> **EXERCISE DETAILS**
Report every line in the records below that holds the word "wrap".

+++ RECORDS SHOWN

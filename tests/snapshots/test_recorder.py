"""The recorder: exchanges into the snapshot archive and a cassette, captures tied to records.

The exchanges are written out by hand; what the files hold is read back with warcio's reader
(an independent reader) and with the index, and checked against WARC 1.1 (REFERENCES.md §5).
"""

from __future__ import annotations

import asyncio
import hashlib
from datetime import UTC, datetime, timedelta
from pathlib import Path

import pytest
from warcio.archiveiterator import ArchiveIterator

from harvester.errors import ArchiveUnwritableError
from harvester.fetch.capture import Capture
from harvester.fetch.source import PageRequest
from harvester.fetch.transfer import Answer
from harvester.snapshots.entry import INDEX_DIR, WARC_DIR
from harvester.snapshots.index import SnapshotIndex
from harvester.snapshots.recorder import SnapshotRecorder
from harvester.snapshots.stored_source import StoredSource

T = datetime(2026, 3, 1, 12, 0, tzinfo=UTC)
SITE = "http://127.0.0.1:8650"
SENT = (("Host", "127.0.0.1:8650"), ("User-Agent", "harvester/0 (+mailto:analyst@example.org)"))
HTML = (("Content-Type", "text/html; charset=utf-8"), ("ETag", '"v1"'), ("X-Kept", "yes"))
BODY = b"<table><tr><th>club</th></tr><tr><td>Elkbay HC</td></tr></table>"
INFO = {"recipe": "league-standings", "run-id": "abc123", "operator": "mailto:a@example.org"}


def answer(path: str, body: bytes = BODY, status: int = 200, when: datetime = T) -> Answer:
    return Answer(f"{SITE}{path}", status, HTML, body, when, when + timedelta(seconds=0.1), SENT)


class Canned:
    """A page source handing out one capture (a copy from the cache, say)."""

    def __init__(self, capture: Capture) -> None:
        self.given = capture

    async def capture(self, request: PageRequest) -> Capture:
        return self.given


def test_a_kept_exchange_round_trips_through_the_index_with_its_payload_and_headers(
    tmp_path: Path,
) -> None:
    snapshots = tmp_path / "snapshots"
    with SnapshotRecorder(snapshots, info=INFO) as recorder:
        recorder.keep(answer("/seasons/2026/standings.html"))
    (entry,) = SnapshotIndex.load(snapshots).entries()  # the index file written at close
    assert entry.body_sha256 == hashlib.sha256(BODY).hexdigest()
    served = StoredSource.from_archive(snapshots).capture_url(f"{SITE}/seasons/2026/standings.html")
    assert served.body == BODY and served.record_id == entry.record_id
    assert [(k.lower(), v) for k, v in served.headers] == [
        *((k.lower(), v) for k, v in HTML),
        ("content-length", str(len(BODY))),  # the kept body's length (REFERENCES.md §5.4)
    ]
    assert served.fetched_at == T and served.status == 200


def test_a_cassette_gets_every_exchange_and_the_warcinfo_says_what_wrote_it(
    tmp_path: Path,
) -> None:
    cassette = tmp_path / "run.warc.gz"
    with SnapshotRecorder(tmp_path / "snapshots", info=INFO, cassette=cassette) as recorder:
        recorder.keep(answer("/robots.txt", b"User-agent: *\nCrawl-delay: 1\n"))
        recorder.keep(answer("/seasons/2026/standings.html"))
    assert recorder.cassette_file == cassette
    with cassette.open("rb") as stream:
        records = list(
            (r.rec_type, r.rec_headers.get_header("WARC-Target-URI"), r.content_stream().read())
            for r in ArchiveIterator(stream, check_digests=True)
        )
    kinds = [kind for kind, _, _ in records]
    assert kinds == ["warcinfo", "response", "request", "response", "request"]
    info = records[0][2].decode()
    for name, value in INFO.items():  # WARC 1.1 §6.2: warcinfo fields, name: value lines
        assert f"{name}: {value}\r\n" in info


def test_a_live_capture_is_tied_to_the_record_just_written(tmp_path: Path) -> None:
    snapshots = tmp_path / "snapshots"
    url = f"{SITE}/seasons/2026/standings.html"
    with SnapshotRecorder(snapshots, info=INFO) as recorder:
        recorder.keep(answer("/seasons/2026/standings.html"))
        live = Capture(url, url, 200, HTML, BODY, T, "live")
        tied = asyncio.run(recorder.wrap(Canned(live)).capture(PageRequest(url)))
    (entry,) = SnapshotIndex.load(snapshots).entries()
    assert tied.record_id == entry.record_id  # nothing written twice
    assert len(list((snapshots / WARC_DIR).iterdir())) == 1


def test_a_copy_from_the_cache_the_archive_never_held_is_written_once(tmp_path: Path) -> None:
    snapshots = tmp_path / "snapshots"
    url = f"{SITE}/seasons/2025/standings.html"
    cached = Capture(url, url, 200, HTML, BODY, T - timedelta(days=3), "cache")
    with SnapshotRecorder(snapshots, info=INFO) as recorder:
        source = recorder.wrap(Canned(cached))
        first = asyncio.run(source.capture(PageRequest(url)))
        again = asyncio.run(source.capture(PageRequest(url)))
    (entry,) = SnapshotIndex.load(snapshots).entries()
    assert first.record_id == again.record_id == entry.record_id
    assert entry.date == T - timedelta(days=3)  # dated when the copy was fetched
    (file,) = (snapshots / WARC_DIR).iterdir()
    with file.open("rb") as stream:
        kinds = [record.rec_type for record in ArchiveIterator(stream)]
    assert kinds == ["warcinfo", "response"]  # WARC 1.1 §6.3: no request record is made up


def test_captures_that_name_their_record_pass_through(tmp_path: Path) -> None:
    url = f"{SITE}/a.html"
    replayed = Capture(url, url, 200, HTML, BODY, T, "cassette", record_id="<urn:uuid:1>")
    with SnapshotRecorder(tmp_path / "snapshots", info=INFO) as recorder:
        got = asyncio.run(recorder.wrap(Canned(replayed)).capture(PageRequest(url)))
    assert got is replayed
    assert not (tmp_path / "snapshots" / WARC_DIR).exists()  # nothing to write, no file opened


def test_without_a_snapshot_archive_captures_get_no_record(tmp_path: Path) -> None:
    url = f"{SITE}/a.html"
    live = Capture(url, url, 200, HTML, BODY, T, "live")
    with SnapshotRecorder(None, info=INFO) as recorder:
        recorder.keep(answer("/a.html"))
        got = asyncio.run(recorder.wrap(Canned(live)).capture(PageRequest(url)))
    assert got.record_id is None


def test_revisits_refer_to_payloads_of_earlier_runs(tmp_path: Path) -> None:
    snapshots = tmp_path / "snapshots"
    with SnapshotRecorder(snapshots, info=INFO) as recorder:
        recorder.keep(answer("/a.html"))
    with SnapshotRecorder(snapshots, info=INFO) as recorder:
        recorder.keep(answer("/a.html", when=T + timedelta(days=1)))
    original, revisit = SnapshotIndex.load(snapshots).entries()
    assert revisit.record_type == "revisit"  # WARC 1.1 §6.7.2, across files
    assert revisit.payload_record_id == original.record_id


def test_a_crashed_runs_file_is_salvaged_and_indexed_when_the_next_run_starts(
    tmp_path: Path,
) -> None:
    snapshots = tmp_path / "snapshots"
    crashed = SnapshotRecorder(snapshots, info=INFO)
    crashed.keep(answer("/a.html"))
    (left,) = (snapshots / WARC_DIR).iterdir()
    assert left.name.endswith(".warc.gz.open")
    # The crashed writer's lock goes with its process; here, with its file.
    crashed._archive._out.close()  # type: ignore[union-attr]
    with SnapshotRecorder(snapshots, info=INFO) as recorder:
        assert recorder.index.latest(f"{SITE}/a.html") is not None
    assert not left.exists() and (snapshots / WARC_DIR / left.name.removesuffix(".open")).exists()
    assert len(list((snapshots / INDEX_DIR).iterdir())) == 1


def test_a_cassette_that_cannot_be_written_stops_the_run_naming_it(tmp_path: Path) -> None:
    blocker = tmp_path / "not-a-folder"
    blocker.write_text("a file where the cassette's folder should be")
    cassette = blocker / "run.warc.gz"
    recorder = SnapshotRecorder(None, info=INFO, cassette=cassette)
    with pytest.raises(ArchiveUnwritableError, match=r"the cassette .*run\.warc\.gz cannot be"):
        recorder.keep(answer("/a.html"))
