"""Gzip member walking, checked against warcio's own reader and hand-broken files.

WARC 1.1 Annex D: one gzip member (RFC 1952 §2.2) per record, so member starts are record offsets.
"""

from __future__ import annotations

import gzip
import io
from pathlib import Path

import pytest
from warcio.archiveiterator import ArchiveIterator

from harvester.snapshots.members import DamagedMember, iter_members, read_member, whole_record
from tests.snapshots.foreign import warc_file


def three_records(path: Path) -> None:
    with warc_file(path) as warc:
        warc.warcinfo()
        warc.response("http://127.0.0.1:8650/a", b"<p>a</p>" * 50)
        warc.response("http://127.0.0.1:8650/b", b"<p>b</p>")


def test_member_boundaries_are_the_offsets_warcio_reports(tmp_path: Path) -> None:
    path = tmp_path / "x.warc.gz"
    three_records(path)
    expected = []
    with path.open("rb") as stream:
        records = ArchiveIterator(stream)
        for record in records:
            record.content_stream().read()
            expected.append((records.get_record_offset(), records.get_record_length()))
    with path.open("rb") as stream:
        found = [(m.offset, m.length) for m in iter_members(stream)]
    assert found == expected and len(found) == 3
    assert sum(length for _, length in found) == path.stat().st_size
    with path.open("rb") as stream:
        for member in iter_members(stream):
            assert whole_record(member.data) == ""  # WARC 1.1 §4: header CRLF block CRLF CRLF


def test_a_cut_off_member_is_damaged_where_it_starts(tmp_path: Path) -> None:
    path = tmp_path / "x.warc.gz"
    three_records(path)
    with path.open("rb") as stream:
        last = list(iter_members(stream))[-1].offset
    data = path.read_bytes()[:-10]  # the crash case: the last member's end never written
    with pytest.raises(DamagedMember) as caught:
        list(iter_members(io.BytesIO(data)))
    assert caught.value.offset == last and "cut off" in caught.value.reason


def test_garbage_after_the_records_is_not_a_member(tmp_path: Path) -> None:
    path = tmp_path / "x.warc.gz"
    three_records(path)
    size = path.stat().st_size
    stream = io.BytesIO(path.read_bytes() + b"not gzip at all")
    with pytest.raises(DamagedMember) as caught:
        list(iter_members(stream))
    assert caught.value.offset == size and "no gzip member" in caught.value.reason
    # A gzip-looking tail (magic, then junk): warcio skips it silently, we must not.
    stream = io.BytesIO(path.read_bytes() + b"\x1f\x8b\x08\x00junk")
    with pytest.raises(DamagedMember):
        list(iter_members(stream))


def test_read_member_refuses_an_offset_inside_a_member(tmp_path: Path) -> None:
    path = tmp_path / "x.warc.gz"
    three_records(path)
    with path.open("rb") as stream:
        with pytest.raises(DamagedMember, match="no gzip member starts here"):
            read_member(stream, 5)
        with pytest.raises(DamagedMember, match="past the end"):
            read_member(stream, path.stat().st_size)


def test_whole_record_names_what_is_wrong() -> None:
    good = b"WARC/1.1\r\nWARC-Type: metadata\r\nContent-Length: 3\r\n\r\nabc\r\n\r\n"
    assert whole_record(good) == ""
    assert "version line" in whole_record(b"HTTP/1.1 200 OK\r\n\r\n")
    assert "never ends" in whole_record(b"WARC/1.1\r\nContent-Length: 3\r\n")
    assert "no Content-Length" in whole_record(b"WARC/1.1\r\nWARC-Type: x\r\n\r\n\r\n\r\n")
    assert "shorter" in whole_record(good[:-6])
    assert "CRLF CRLF" in whole_record(good.replace(b"abc\r\n", b"abcd\n"))
    assert "more than one record" in whole_record(good + good)


def test_a_file_gzipped_whole_is_one_member_holding_several_records(tmp_path: Path) -> None:
    # WARC 1.1 Annex D: a file compressed as a whole is not seekable by record.
    path = tmp_path / "x.warc.gz"
    three_records(path)
    with path.open("rb") as stream:
        plain = b"".join(m.data for m in iter_members(stream))
    (member,) = iter_members(io.BytesIO(gzip.compress(plain)))
    assert "more than one record" in whole_record(member.data)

++++++

> **WRITTEN SOLUTION**
        tied = asyncio.run(recorder.wrap(Canned(live)).capture(PageRequest(url)))
        source = recorder.wrap(Canned(cached))
        got = asyncio.run(recorder.wrap(Canned(replayed)).capture(PageRequest(url)))
        got = asyncio.run(recorder.wrap(Canned(live)).capture(PageRequest(url)))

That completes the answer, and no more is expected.